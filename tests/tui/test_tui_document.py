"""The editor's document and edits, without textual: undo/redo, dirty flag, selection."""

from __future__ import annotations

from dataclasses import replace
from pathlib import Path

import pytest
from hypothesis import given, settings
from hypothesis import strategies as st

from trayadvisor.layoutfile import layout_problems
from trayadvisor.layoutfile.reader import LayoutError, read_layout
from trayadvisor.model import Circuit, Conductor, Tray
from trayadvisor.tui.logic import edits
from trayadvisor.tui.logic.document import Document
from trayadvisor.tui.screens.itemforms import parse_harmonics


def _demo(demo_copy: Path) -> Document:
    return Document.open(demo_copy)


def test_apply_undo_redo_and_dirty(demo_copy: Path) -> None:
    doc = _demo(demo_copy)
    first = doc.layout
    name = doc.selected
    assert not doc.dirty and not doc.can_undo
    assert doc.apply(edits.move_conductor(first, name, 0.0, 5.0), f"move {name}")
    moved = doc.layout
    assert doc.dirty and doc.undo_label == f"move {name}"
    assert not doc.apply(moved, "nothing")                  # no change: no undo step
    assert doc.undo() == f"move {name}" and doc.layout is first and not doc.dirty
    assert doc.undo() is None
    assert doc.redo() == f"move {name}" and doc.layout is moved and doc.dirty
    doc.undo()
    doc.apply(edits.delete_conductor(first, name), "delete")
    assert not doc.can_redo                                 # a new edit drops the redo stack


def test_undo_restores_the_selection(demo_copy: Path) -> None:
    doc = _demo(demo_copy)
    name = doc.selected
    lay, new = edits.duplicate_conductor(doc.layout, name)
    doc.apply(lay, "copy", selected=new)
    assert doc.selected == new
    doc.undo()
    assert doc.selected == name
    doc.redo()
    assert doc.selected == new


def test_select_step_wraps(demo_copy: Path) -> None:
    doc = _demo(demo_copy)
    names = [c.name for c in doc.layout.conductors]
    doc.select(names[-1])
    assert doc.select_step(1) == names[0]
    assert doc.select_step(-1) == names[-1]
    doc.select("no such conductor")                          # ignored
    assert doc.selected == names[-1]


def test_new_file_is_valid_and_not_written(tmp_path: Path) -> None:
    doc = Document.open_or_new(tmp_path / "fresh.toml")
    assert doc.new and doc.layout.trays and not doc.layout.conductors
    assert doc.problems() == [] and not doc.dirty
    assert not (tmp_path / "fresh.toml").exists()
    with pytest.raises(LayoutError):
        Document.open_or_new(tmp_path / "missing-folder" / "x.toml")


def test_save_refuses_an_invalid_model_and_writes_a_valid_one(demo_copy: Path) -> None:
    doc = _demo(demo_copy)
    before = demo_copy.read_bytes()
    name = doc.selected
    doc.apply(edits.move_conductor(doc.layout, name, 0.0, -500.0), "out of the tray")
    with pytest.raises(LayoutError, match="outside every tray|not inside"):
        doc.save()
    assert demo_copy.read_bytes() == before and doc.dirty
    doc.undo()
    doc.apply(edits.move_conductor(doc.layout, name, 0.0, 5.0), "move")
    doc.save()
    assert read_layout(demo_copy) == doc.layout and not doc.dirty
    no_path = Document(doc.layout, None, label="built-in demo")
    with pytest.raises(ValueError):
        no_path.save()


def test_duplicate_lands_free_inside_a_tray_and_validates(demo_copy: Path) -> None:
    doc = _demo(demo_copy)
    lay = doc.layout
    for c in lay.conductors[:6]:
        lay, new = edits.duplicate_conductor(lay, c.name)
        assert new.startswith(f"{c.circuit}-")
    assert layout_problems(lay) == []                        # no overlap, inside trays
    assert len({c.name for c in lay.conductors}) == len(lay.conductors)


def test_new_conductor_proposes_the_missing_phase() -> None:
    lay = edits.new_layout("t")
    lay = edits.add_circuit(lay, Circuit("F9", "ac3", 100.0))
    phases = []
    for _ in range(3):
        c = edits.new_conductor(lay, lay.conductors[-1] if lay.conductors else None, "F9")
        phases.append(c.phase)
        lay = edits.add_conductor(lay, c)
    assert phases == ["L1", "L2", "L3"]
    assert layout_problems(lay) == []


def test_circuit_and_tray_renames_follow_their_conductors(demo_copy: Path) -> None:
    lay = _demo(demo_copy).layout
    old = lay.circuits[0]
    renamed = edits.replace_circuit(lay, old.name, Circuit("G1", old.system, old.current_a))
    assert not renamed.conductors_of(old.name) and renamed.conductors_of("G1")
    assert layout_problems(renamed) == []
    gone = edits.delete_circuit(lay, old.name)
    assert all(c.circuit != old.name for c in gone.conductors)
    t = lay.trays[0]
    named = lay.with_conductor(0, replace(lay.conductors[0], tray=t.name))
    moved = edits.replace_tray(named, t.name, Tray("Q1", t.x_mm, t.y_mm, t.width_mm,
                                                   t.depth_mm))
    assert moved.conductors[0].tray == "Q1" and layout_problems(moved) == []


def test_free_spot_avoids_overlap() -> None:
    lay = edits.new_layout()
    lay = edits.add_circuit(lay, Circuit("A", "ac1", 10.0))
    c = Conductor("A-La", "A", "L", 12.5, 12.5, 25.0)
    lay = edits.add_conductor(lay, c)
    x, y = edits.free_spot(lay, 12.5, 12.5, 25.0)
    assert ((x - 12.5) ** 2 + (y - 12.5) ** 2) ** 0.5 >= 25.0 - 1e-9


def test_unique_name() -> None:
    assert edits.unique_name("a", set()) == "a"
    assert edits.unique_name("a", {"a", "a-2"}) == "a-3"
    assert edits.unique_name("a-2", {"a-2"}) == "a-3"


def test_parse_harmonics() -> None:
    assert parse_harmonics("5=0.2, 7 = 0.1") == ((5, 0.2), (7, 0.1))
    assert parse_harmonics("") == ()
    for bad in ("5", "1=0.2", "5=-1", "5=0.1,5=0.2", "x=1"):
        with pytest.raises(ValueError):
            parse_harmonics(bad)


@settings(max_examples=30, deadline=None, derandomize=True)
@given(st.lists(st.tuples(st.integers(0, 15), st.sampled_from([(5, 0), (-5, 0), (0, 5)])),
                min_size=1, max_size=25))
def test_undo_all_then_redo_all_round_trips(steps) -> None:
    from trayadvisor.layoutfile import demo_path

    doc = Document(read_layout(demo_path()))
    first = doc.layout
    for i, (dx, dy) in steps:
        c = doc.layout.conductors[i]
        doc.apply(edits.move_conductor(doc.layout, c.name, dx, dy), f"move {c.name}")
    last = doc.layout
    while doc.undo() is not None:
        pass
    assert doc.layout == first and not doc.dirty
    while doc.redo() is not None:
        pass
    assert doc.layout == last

Assignment | Identify all lines in the records above with the word "hypothesis".

Solution to this task |
from hypothesis import given, settings
from hypothesis import strategies as st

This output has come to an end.